As seen by the very early dates of the research used in the section above it can be said that research in this area is lacking substantially both in funding and in general attention. Therefore, more current, relevant research is needed to give a balanced and accurate view of the role protists play in the decline of honey bee populations.
Finally one of the key areas where research is lacking is the cause of CCD. As yet there is no concrete cause, determined by research, for colony collapse disorder. Many research papers have talked about the causes of CCD however each seems to have a different explanation for the spontaneous abandonment of their hives by honeybees.
Future research needs to focus on to focus on the role insecticides have on CCD as there is plenty of research surrounding the role of pathogens, parasites and even electromagnetic radiation however, there is very little current research surrounding insecticides.

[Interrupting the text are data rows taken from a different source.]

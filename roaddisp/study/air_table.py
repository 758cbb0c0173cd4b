"""Background air: our own table, or a constant."""

from __future__ import annotations

from typing import Any, Final, cast

import numpy as np

from roaddisp.air.background import Gas, ppb_from_ugm3
from roaddisp.model import Background, Clock, FloatArray
from roaddisp.quantities import FromMass, QuantityError, parse_quantity
from roaddisp.study.columns import TableView
from roaddisp.study.hours import (
    TimeRules,
    caution_missing,
    check_order,
    lines_up,
    places_on,
    read_times,
)
from roaddisp.study.problems import Problems
from roaddisp.study.tables import AIR
from roaddisp.study.times import minutes_of

GASES: Final = ("o3", "no2", "no", "nox")
_LEAST_OZONE: Final = 0.5
"""ppb; ozone that never reaches it makes sense only in another unit."""


def _from_mass(gas: str, reference: str) -> FromMass:
    def convert(values: FloatArray) -> FloatArray:
        return np.asarray(ppb_from_ugm3(values, cast("Gas", gas), reference), dtype=float)

    return convert


def read_air(
    view: TableView, rules: TimeRules, clock: Clock | None, offset: int | None, reference: str
) -> Background | None:
    """Lay a table of background air on the run's hours.

    None where a row was refused, or where there is no clock: then the table is
    checked for itself.
    """
    gases = {
        gas: view.numbers(gas, from_mass=_from_mass(gas, reference))
        for gas in GASES
        if view.has(gas)
    }
    for gas, values in gases.items():
        _check_unit(view, gas, values)
    instants = read_times(view, rules, offset=offset)
    if not instants.faults:
        check_order(view, instants.utc, strict=True)
    if clock is None:
        return None
    lines_up(view, instants.utc, int(minutes_of(clock)[0]))
    if not (view.complete and view.clean):
        return None
    hour = places_on(clock, instants.utc, view, "air")
    if hour is None:
        return None
    of_run = hour >= 0
    laid: dict[str, FloatArray] = {}
    for gas, values in gases.items():
        _clip(view, gas, values)
        on_axis = np.full(clock.standard.size, np.nan)
        on_axis[hour[of_run]] = np.maximum(values[of_run], 0.0)
        caution_missing(view, clock, np.isnan(on_axis), gas, gas)
        laid[gas] = on_axis
    return Background(laid["o3"], laid["no2"], _nitric_oxide(laid))


def _check_unit(view: TableView, gas: str, values: FloatArray) -> None:
    """Refuse values that only make sense in another unit."""
    most = float(np.nanmax(values)) if np.isfinite(values).any() else 0.0
    if gas == "o3" and 0.0 < most < _LEAST_OZONE:
        row = int(np.nanargmax(values))
        view.error(
            "ozone in the wrong unit: no value of the column reaches half a ppb",
            gas,
            row,
            value=f"highest {most:.3g} ppb",
            allowed="ozone of 1 to 500 ppb at its highest",
            mend='look whether the values are in ppm: then write "o3 [ppm]"',
        )


def _clip(view: TableView, gas: str, values: FloatArray) -> None:
    below = np.flatnonzero(values < 0)
    if below.size:
        row = int(below[0])
        view.caution(
            f"{gas} below zero, within the noise of an instrument, is taken as 0",
            gas,
            row,
            value=f"{values[row]:.3g} ppb",
            allowed="-5 ppb and more",
            count=below.size,
        )


def _nitric_oxide(gases: dict[str, FloatArray]) -> FloatArray | None:
    if "no" in gases:
        return gases["no"]
    if "nox" in gases:
        return np.maximum(gases["nox"] - gases["no2"], 0.0)
    return None


def constant_air(
    constant: Any, clock: Clock, reference: str, problems: Problems, *, file: str, place: Any
) -> Background | None:
    """Make a background that is the same in every hour; None where a value was refused.

    Parameters
    ----------
    constant : ConstantAir
    clock : Clock
    reference : str
    problems : Problems
    file : str
    place : callable
        Where the key of a gas stands.
    """
    values: dict[str, FloatArray] = {}
    before = problems.errors
    for gas in GASES:
        text = getattr(constant, gas)
        if text is None:
            continue
        column = AIR.column(gas)
        try:
            value = parse_quantity(text, "concentration", from_mass=_from_mass(gas, reference))
        except QuantityError as error:
            problems.error(
                str(error),
                file=file,
                place=place(gas),
                value=text,
                allowed=error.allowed,
                mend=error.mend,
            )
            continue
        high = column.high or np.inf
        wrong_unit = gas == "o3" and 0.0 < value < _LEAST_OZONE
        if not 0.0 <= value <= high or wrong_unit:
            problems.error(
                f"air.constant.{gas}: out of range" + (" (the wrong unit?)" if value > 0 else ""),
                file=file,
                place=place(gas),
                value=f"{text}, which is {value:.4g} ppb",
                allowed=f"0 to {high:g} ppb",
                mend="look whether the unit is ppb or ppm",
            )
        values[gas] = np.full(clock.standard.size, value)
    if problems.errors > before:
        return None
    return Background(values["o3"], values["no2"], _nitric_oxide(values))
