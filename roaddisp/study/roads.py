"""Roads from a vector layer: checked, and brought into the study's CRS as a network."""

from __future__ import annotations

from collections.abc import Mapping
from dataclasses import dataclass
from typing import Any

import numpy as np
import shapely

from roaddisp.constants import DEFAULT_ROAD_WIDTH, LANE_WIDTH
from roaddisp.model import FloatArray, IntArray, Network
from roaddisp.study.columns import TableView
from roaddisp.study.layers import geometries
from roaddisp.study.problems import Problems, listed, nearest
from roaddisp.study.projection import WGS84, layer_crs, moved


@dataclass(frozen=True)
class RoadLayer:
    """Roads as the layer gives them, checked for themselves.

    Attributes
    ----------
    view : TableView
    shapes : list of geometry or None, in ``crs``
    crs : pyproj CRS
    columns : mapping of our column name to words or numbers
    """

    view: TableView
    shapes: list[Any]
    crs: Any
    columns: Mapping[str, Any]

    @property
    def sound(self) -> bool:
        """Whether a network can be made of it."""
        return self.view.complete and self.view.clean and None not in self.shapes

    def degrees(self) -> FloatArray:
        """(N, 2) longitude and latitude of every vertex that can be placed."""
        points = shapely.get_coordinates([shape for shape in self.shapes if shape is not None])
        longitude, latitude = moved(points[:, 0], points[:, 1], self.crs, WGS84)
        every = np.column_stack([longitude, latitude])
        placed: FloatArray = every[np.isfinite(every).all(axis=1)]
        return placed


def check_roads(view: TableView, problems: Problems) -> RoadLayer | None:
    """Check a road layer for itself: geometry, CRS, ids, columns.

    Returns
    -------
    RoadLayer or None
        None where the layer has no CRS or no usable geometry.
    """
    shapes = geometries(view.table, ("LineString", "MultiLineString"), problems)
    crs = layer_crs(view.table, problems)
    columns: dict[str, Any] = {
        name: view.words(name) for name in ("link", "name", "profile", "fleet")
    }
    for name in ("aadt", "speed", "heavy_share", "width", "lanes"):
        columns[name] = view.numbers(name)
    _check_unique(view, columns["link"])
    if crs is None or all(shape is None for shape in shapes):
        return None
    return RoadLayer(view, shapes, crs, columns)


def _check_unique(view: TableView, names: list[str]) -> None:
    first: dict[str, int] = {}
    twice = [row for row, name in enumerate(names) if name and first.setdefault(name, row) != row]
    if twice:
        row = twice[0]
        view.error(
            "an id that stands twice",
            "link",
            row,
            value=names[row],
            allowed="ids that are unique",
            mend=f"feature {first[names[row]] + 1} has it too: rename or delete one of them",
            count=len(twice),
        )


def make_network(
    layer: RoadLayer,
    crs: Any,
    *,
    profiles: tuple[str, ...] | None,
    fleets: tuple[str, ...] | None,
    counted: frozenset[str],
    counts_only: bool,
    problems: Problems,
) -> Network | None:
    """Make the network of a scenario.

    Parameters
    ----------
    layer : RoadLayer
    crs : pyproj CRS
        Of the study.
    profiles, fleets : tuple of str or None
        Names there are; None where their table could not be read.
    counted : frozenset of str
        Links that have hourly counts.
    counts_only : bool
        Whether the study has no profiles, so that an AADT alone is not enough.
    problems : Problems

    Returns
    -------
    Network or None
        None where something was refused.
    """
    view, columns = layer.view, layer.columns
    before = problems.errors
    lines = _lines(layer, crs)
    if lines is None:
        return None
    aadt = np.where([link in counted for link in columns["link"]], np.nan, columns["aadt"])
    _check_volumes(view, columns, aadt, counted, counts_only)
    profile = _indices(view, "profile", columns["profile"], profiles, np.isnan(aadt))
    fleet = _indices(view, "fleet", columns["fleet"], fleets, np.zeros(len(view), dtype=bool))
    lanes = columns["lanes"] * LANE_WIDTH
    width = np.where(np.isnan(columns["width"]), lanes, columns["width"])
    width = np.where(np.isnan(width), DEFAULT_ROAD_WIDTH, width)
    if problems.errors > before or not layer.sound:
        return None
    links = tuple(columns["link"])
    names = tuple(name or link for name, link in zip(columns["name"], links, strict=True))
    return Network(
        links, names, lines, width, aadt, columns["speed"], columns["heavy_share"], profile, fleet
    )


def _lines(layer: RoadLayer, crs: Any) -> tuple[tuple[FloatArray, ...], ...] | None:
    lost: list[int] = []
    lines: list[tuple[FloatArray, ...]] = []
    for row, shape in enumerate(layer.shapes):
        if shape is None:
            continue
        parts = []
        for part in shapely.get_parts(shape):
            points = shapely.get_coordinates(part)
            x, y = moved(points[:, 0], points[:, 1], layer.crs, crs)
            points = np.column_stack([x, y])
            keep = np.r_[True, np.any(points[1:] != points[:-1], axis=1)]
            parts.append(points[keep])
        if not all(np.isfinite(part).all() for part in parts):
            lost.append(row)
        lines.append(tuple(parts))
    if lost:
        layer.view.problems.error(
            "coordinates that cannot be brought into the study's CRS",
            file=layer.view.table.file,
            place=layer.view.table.place(lost[0]),
            value=layer.crs.to_string(),
            allowed=f"a place that {crs.to_string()} covers",
            mend="look whether the layer's CRS is the one its coordinates are in",
            count=len(lost),
        )
        return None
    return tuple(lines)


def _check_volumes(
    view: TableView,
    columns: Mapping[str, Any],
    aadt: FloatArray,
    counted: frozenset[str],
    counts_only: bool,
) -> None:
    links = columns["link"]
    without = [
        row
        for row, link in enumerate(links)
        if link not in counted and (counts_only or np.isnan(aadt[row]))
    ]
    if without and counts_only:
        view.error(
            "a link without counts, in a study without profiles",
            "link",
            without[0],
            value=links[without[0]],
            allowed="rows in the counts for each link, or profiles for those with an AADT",
            mend="add the counts, or name profiles in [traffic]",
            count=len(without),
        )
    elif without and (view.clean or not view.has("aadt")):
        row = without[0]
        view.error(
            "a link with neither AADT nor counts",
            "aadt",
            row,
            value=links[row],
            allowed="vehicles/day, or rows in the counts",
            mend="add one of them",
            count=len(without),
        )
    both = [row for row, link in enumerate(links) if link in counted and columns["aadt"][row] > 0]
    if both:
        view.caution(
            "links with AADT and counts: the counts are taken",
            "aadt",
            both[0],
            value=links[both[0]],
            count=len(both),
        )


def _indices(
    view: TableView, name: str, words: list[str], known: tuple[str, ...] | None, exempt: Any
) -> IntArray:
    """Find each link's profile or fleet by its name; -1 where it names none."""
    index = np.full(len(words), -1, dtype=np.int64)
    if known is None:
        return index
    place = {each: number for number, each in enumerate(known)}
    unknown = [row for row, word in enumerate(words) if word and word not in place]
    silent = [row for row, word in enumerate(words) if not word and not exempt[row]]
    for row, word in enumerate(words):
        index[row] = place.get(word, -1)
    if unknown:
        row = unknown[0]
        near = nearest(words[row], known)
        view.error(
            f"an unknown {name}",
            name,
            row,
            value=words[row],
            allowed=listed(known) or f"none: the study has no {name}s",
            mend=f"did you mean {near!r}?" if near else f"add it to the table of {name}s",
            count=len(unknown),
        )
    if silent and len(known) > 1:
        row = silent[0]
        view.error(
            f"a link that names no {name}, where there are several",
            name,
            row,
            allowed=listed(known),
            mend="name one for each link",
            count=len(silent),
        )
    return index


def road_centroid(network: Network, crs: Any) -> tuple[float, float]:
    """Longitude and latitude [deg] of the roads' centroid, by length."""
    centre = shapely.MultiLineString(
        [line.tolist() for link in network.lines for line in link]
    ).centroid
    longitude, latitude = moved(np.array([centre.x]), np.array([centre.y]), crs, WGS84)
    return float(longitude[0]), float(latitude[0])
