"""Hourly tables on the axis of the run: the weather makes it, the others follow."""

from __future__ import annotations

from collections.abc import Hashable, Sequence
from dataclasses import dataclass
from typing import Final
from zoneinfo import ZoneInfo

import numpy as np

from roaddisp.model import BoolArray, Clock, IntArray
from roaddisp.study.columns import TableView
from roaddisp.study.times import NO_TIME, Fault, Instants, make_clock, minutes_of, to_utc

_LONGEST_RUN: Final = 12 * 8784  # hours


@dataclass(frozen=True)
class TimeRules:
    """How the times of a table are to be read."""

    clock: str
    hour_ending: bool
    zone: ZoneInfo


def read_times(
    view: TableView,
    rules: TimeRules,
    *,
    offset: int | None = None,
    series: Sequence[Hashable] | None = None,
) -> Instants:
    """Take the column ``time`` of a table; note every time that cannot be taken."""
    cells = view.words("time")
    instants = to_utc(
        cells,
        clock=rules.clock,
        hour_ending=rules.hour_ending,
        zone=rules.zone,
        offset=offset,
        series=series,
    )
    first: dict[Fault, tuple[int, int]] = {}
    for row, fault in instants.faults:
        if cells[row]:
            at, count = first.get(fault, (row, 0))
            first[fault] = (at, count + 1)
    for fault, (row, count) in first.items():
        view.error(
            fault.message,
            "time",
            row,
            value=cells[row],
            allowed=fault.allowed,
            mend=fault.mend,
            count=count,
        )
    return instants


def check_order(
    view: TableView, utc: IntArray, series: Sequence[Hashable] | None = None, *, strict: bool
) -> bool:
    """Note times that repeat within a series and, with ``strict``, that go back."""
    cells = view.words("time")
    seen: set[tuple[Hashable, int]] = set()
    latest = NO_TIME
    repeats: list[int] = []
    back: list[int] = []
    for row, minute in enumerate(utc.tolist()):
        if minute == NO_TIME:
            continue
        key = (series[row] if series is not None else None, minute)
        if key in seen:
            repeats.append(row)
        elif strict and minute < latest:
            back.append(row)
        seen.add(key)
        latest = max(latest, minute)
    if repeats:
        view.error(
            "an hour that stands twice",
            "time",
            repeats[0],
            value=cells[repeats[0]],
            allowed="each hour once" + (" for each link and class" if series is not None else ""),
            mend="delete one of the rows; or look whether the clock in study.toml is right",
            count=len(repeats),
        )
    if back:
        view.error(
            "a time earlier than the row above it",
            "time",
            back[0],
            value=cells[back[0]],
            allowed="rows in the order of time",
            mend="sort the rows by time",
            count=len(back),
        )
    return not repeats and not back


def lines_up(view: TableView, utc: IntArray, first: int) -> bool:
    """Note times whose hours begin at other minutes than the run's."""
    off = np.flatnonzero((utc != NO_TIME) & ((utc - first) % 60 != 0))
    if off.size:
        row = int(off[0])
        view.error(
            "hours that begin at other minutes than those of the weather",
            "time",
            row,
            value=view.words("time")[row],
            allowed="hours that begin when those of the weather do",
            mend="look at the clocks in study.toml: a zone half an hour off UTC needs files in "
            "one clock",
            count=off.size,
        )
    return not off.size


def axis_of(
    view: TableView, instants: Instants, zone: ZoneInfo, offset: int
) -> tuple[Clock, IntArray] | None:
    """Make the run's axis from the first to the last row, and the hour of each row on it."""
    utc = instants.utc
    if (
        instants.faults
        or not check_order(view, utc, strict=True)
        or not lines_up(view, utc, int(utc[0]))
    ):
        return None
    hours = int((utc[-1] - utc[0]) // 60) + 1
    if hours > _LONGEST_RUN:
        view.error(
            f"{hours} hours from the first row to the last",
            "time",
            len(view) - 1,
            value=view.words("time")[-1],
            allowed=f"at most {_LONGEST_RUN} (twelve years)",
            mend="look for a year that is mistyped",
        )
        return None
    clock = make_clock(int(utc[0]), hours, zone, offset)
    return clock, ((utc - utc[0]) // 60).astype(np.int64)


def places_on(clock: Clock, utc: IntArray, view: TableView, what: str) -> IntArray | None:
    """Find the hour of each time on the run's axis, -1 where it is not of the run.

    A table without a row of the run is an error, and None.
    """
    minutes = minutes_of(clock)
    hour = (utc - minutes[0]) // 60
    outside = (utc == NO_TIME) | (hour < 0) | (hour >= minutes.size)
    if outside.all():
        view.error(
            "no row lies in the hours of the weather",
            "time",
            0,
            value=view.words("time")[0],
            allowed=f"{clock.standard[0]} to {clock.standard[-1]} local standard time",
            mend=f"bring {what} and weather of the same time",
        )
        return None
    return np.where(outside, -1, hour).astype(np.int64)


def caution_missing(
    view: TableView, clock: Clock, missing: BoolArray, what: str, column: str = "time"
) -> None:
    """Count the hours of the run that lack something, and name the first of them."""
    count = int(missing.sum())
    if count:
        first = clock.standard[int(np.argmax(missing))]
        view.caution(
            f"{what} is missing in {count} of {missing.size} hours",
            column,
            value=f"first {first} local standard time",
            mend="fill the gap from the station's records, or accept that these hours are left out",
        )
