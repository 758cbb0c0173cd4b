"""The list of problems that grows while a study is read."""

from __future__ import annotations

from collections.abc import Iterable
from difflib import get_close_matches
from typing import Any

from roaddisp.errors import Problem, Severity, StudyError

_LONGEST_VALUE = 80


class Problems:
    """Problems found so far, each once, in the order they were found."""

    def __init__(self) -> None:
        self._found: dict[Problem, None] = {}

    def add(
        self,
        message: str,
        *,
        file: str = "",
        place: str = "",
        value: object = "",
        allowed: str = "",
        mend: str = "",
        severity: Severity = "error",
        count: int = 1,
    ) -> None:
        """Note a problem; the same problem noted again (by another scenario) stays one."""
        problem = Problem(
            severity, file, place, shown(value), allowed, mend, message, max(int(count), 1)
        )
        self._found.setdefault(problem, None)

    def error(self, message: str, **about: Any) -> None:
        """Note an error."""
        self.add(message, severity="error", **about)

    def caution(self, message: str, **about: Any) -> None:
        """Note a caution."""
        self.add(message, severity="caution", **about)

    @property
    def all(self) -> tuple[Problem, ...]:
        """Every problem so far."""
        return tuple(self._found)

    @property
    def errors(self) -> int:
        """How many of them are errors."""
        return sum(problem.severity == "error" for problem in self._found)

    def refuse(self) -> None:
        """Raise `StudyError` where there is an error.

        Raises
        ------
        StudyError
            With every problem, cautions too.
        """
        if self.errors:
            raise StudyError(self.all)


def shown(value: object) -> str:
    """Write a value as a message shows it: printable and not too long."""
    text = value if isinstance(value, str) else str(value)
    text = "".join(mark if mark.isprintable() else "\N{REPLACEMENT CHARACTER}" for mark in text)
    return text if len(text) <= _LONGEST_VALUE else text[: _LONGEST_VALUE - 3] + "..."


def listed(names: Iterable[str], most: int = 12) -> str:
    """Write names as a list, the first of them where there are many."""
    every = [shown(name) for name in names]
    more = f", and {len(every) - most} more" if len(every) > most else ""
    return ", ".join(every[:most]) + more


def nearest(name: str, names: Iterable[str]) -> str | None:
    """Name the entry of ``names`` that is most like ``name``, None where none is.

    >>> nearest("Speed", ["aadt", "speed"])
    'speed'
    """
    every = list(names)
    for candidate in every:
        if candidate.lower() == name.lower():
            return candidate
    close = get_close_matches(name.lower(), [each.lower() for each in every], n=1, cutoff=0.72)
    if not close:
        return None
    return next(each for each in every if each.lower() == close[0])
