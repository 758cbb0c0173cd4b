"""The files that the sections of ``study.toml`` name, each read once."""

from __future__ import annotations

from collections.abc import Callable, Hashable
from dataclasses import dataclass, field
from pathlib import Path
from typing import Any, TypeVar

from roaddisp.model import InputFile
from roaddisp.study.columns import ColumnMap, TableView
from roaddisp.study.files import LARGEST_LAYER, LARGEST_TABLE, Folder
from roaddisp.study.layers import companions, is_vector, read_layer
from roaddisp.study.problems import Problems, listed, nearest
from roaddisp.study.raw import RawTable, read_csv
from roaddisp.study.scenarios import Settings
from roaddisp.study.tables import TABLES

Made = TypeVar("Made")
BUILT_IN = "built-in"


@dataclass
class Sources:
    """Everything read of a study folder, by what asked for it.

    Attributes
    ----------
    folder : Folder
    settings_path : Path
        The ``study.toml``.
    problems : Problems
    """

    folder: Folder
    settings_path: Path
    problems: Problems
    _made: dict[Hashable, Any] = field(default_factory=dict)

    def once(self, key: Hashable, make: Callable[[], Made]) -> Made:
        """Make a thing once for all scenarios that need the same."""
        if key not in self._made:
            self._made[key] = make()
        made: Made = self._made[key]
        return made

    def view(self, settings: Settings, section: str, key: str = "file") -> TableView | None:
        """Read the table that a key names, seen through its list of columns.

        Returns
        -------
        TableView or None
            None where the key is not given, or the file cannot be read.
        """
        model = settings.section(section)
        name = getattr(model, key, None) if model is not None else None
        if name is None or (section, key, name) == ("fleet", "factors", BUILT_IN):
            return None
        signature = ("view", key, settings.signature(section))
        return self.once(signature, lambda: self._view(settings, section, key, name))

    def _view(self, settings: Settings, section: str, key: str, name: str) -> TableView | None:
        mapping = self._mapping(settings, section, key)
        layer = _of_key(settings.section(section).layer, key)
        form = getattr(settings.section(section), "format", "")
        vector = section == "roads" or key == "sites"
        if key == "points":
            vector = form == "vector" or (form != "table" and is_vector(name))
        path = self._path(settings, section, key, vector)
        if path is None:
            return None
        table = self.once(
            ("table", path, layer, vector), lambda: self._table(path, name, layer, vector)
        )
        if table is None:
            return None
        return TableView(table, TABLES[section][key], mapping, self.problems)

    def _table(self, path: Path, name: str, layer: str | None, vector: bool) -> RawTable | None:
        if vector:
            return read_layer(path, name, layer, self.problems)
        if is_vector(name):
            self.problems.error(
                "a vector layer where a CSV is read",
                file=name,
                allowed="a CSV",
                mend="export its table as CSV, with commas, in UTF-8",
            )
            return None
        return read_csv(path, name, self.problems)

    def _path(self, settings: Settings, section: str, key: str, vector: bool) -> Path | None:
        return self.folder.find(
            getattr(settings.section(section), key),
            asked_at=settings.place(section, key),
            asked_in=settings.file,
            largest=LARGEST_LAYER if vector else LARGEST_TABLE,
        )

    # --- columns ----------------------------------------------------------------

    def _given(self, settings: Settings, section: str) -> list[str]:
        """List the keys of a section that name a table."""
        model = settings.section(section)
        return [key for key in TABLES[section] if getattr(model, key, None) not in {None, BUILT_IN}]

    def _mapping(self, settings: Settings, section: str, key: str) -> ColumnMap:
        columns = settings.section(section).columns
        given = self._given(settings, section)
        self._check_mapping(settings, section, given)
        own = columns.get(key)
        flat = {ours: theirs for ours, theirs in columns.items() if isinstance(theirs, str)}
        names = TABLES[section][key].names
        ours = {name: theirs for name, theirs in flat.items() if name in names}
        if isinstance(own, dict):
            ours |= {name: theirs for name, theirs in own.items() if name in names}

        def place(name: str) -> str:
            path = (key, name) if isinstance(own, dict) and name in own else (name,)
            return settings.place(section, "columns", *path)

        shared = set(ours) - set(own if isinstance(own, dict) else ())
        lenient = frozenset(shared) if len(given) > 1 else frozenset()
        used = self.once(("used", settings.signature(section)), set[str])
        return ColumnMap(ours, settings.file, place, lenient, used)

    def _check_mapping(self, settings: Settings, section: str, given: list[str]) -> None:
        for ours, theirs in settings.section(section).columns.items():
            if isinstance(theirs, dict):
                if ours not in TABLES[section]:
                    self._unknown_column(settings, section, (ours,), list(TABLES[section]))
                    continue
                names = TABLES[section][ours].names
                for inner in theirs:
                    if inner not in names:
                        self._unknown_column(settings, section, (ours, inner), list(names))
                continue
            every = [name for key in given for name in TABLES[section][key].names]
            if ours not in every:
                self._unknown_column(settings, section, (ours,), list(dict.fromkeys(every)))

    def _unknown_column(
        self, settings: Settings, section: str, path: tuple[str, ...], names: list[str]
    ) -> None:
        near = nearest(path[-1], names)
        self.problems.error(
            f"{section}.columns: {path[-1]!r} is not one of our columns",
            file=settings.file,
            place=settings.place(section, "columns", *path),
            value=path[-1],
            allowed=listed(names, 20),
            mend=f"did you mean {near!r}?" if near else 'write our_name = "YOUR HEADER [unit]"',
        )

    def check_unused(self, settings: Settings, section: str) -> None:
        """Note headers that `columns` names for several files and none of them has."""
        model = settings.section(section)
        given = self._given(settings, section) if model is not None else []
        views = [self.view(settings, section, key) for key in given]
        if len(given) < 2 or None in views:
            return
        used: set[str] = self.once(("used", settings.signature(section)), set[str])
        for ours, theirs in model.columns.items():
            known = any(ours in TABLES[section][key].names for key in given)
            if isinstance(theirs, str) and known and ours not in used:
                self.problems.error(
                    f"{section}.columns: no file of the section has this column",
                    file=settings.file,
                    place=settings.place(section, "columns", ours),
                    value=theirs,
                    allowed="a header of one of the files",
                    mend="correct it, or take it out",
                )

    # --- the record ---------------------------------------------------------------

    def files(self, settings: Settings) -> tuple[InputFile, ...]:
        """Fingerprint every file of a scenario, the settings first."""
        found = [self.folder.fingerprint("settings", self.settings_path)]
        for section, tables in TABLES.items():
            for key in self._given(settings, section):
                vector = is_vector(getattr(settings.section(section), key))
                path = self._path(settings, section, key, vector)
                if path is not None:
                    role = tables[key].name
                    found += [self.folder.fingerprint(role, each) for each in companions(path)]
        return tuple(found)


def _of_key(value: Any, key: str) -> Any:
    return value.get(key) if isinstance(value, dict) else value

Honey bees contribute a lot of crucial pollination services to the world, providing 90% of the world’s nutrition. As their numbers are dropping at an alarming rate this therefore justifies current efforts to comprehend and enhance their exchanges with harmful and beneficial microbes and other threats.
Honey bees face a varied pathosphere and their capacity to defend against these threats depends upon: genetically based mechanisms that aid in resistance and tolerance, nutritional status and the build up of harmful and potentially toxic compounds. Even though the pathology of the honey bee has been a field of study for many years, numerous questions still remain concerning the effect of microbes upon bee health.
Due to huge advancements in molecular technology the genome sequences for primary honey bee pathogens are now available. The models used to explore host-pathogen relationships in honey bees are being changed due to the new, refined tools used for the genotyping and quantification of these relationships.
New tools, including improved microscopy, and reverse genetics of bee pathogensenable more accurate experiments involving diseases that affect honey bees and the population decline of the honey bee. These tools also alleviate the drawbacks of working with an organism for which genetic lineages are difficult to produce and preserve.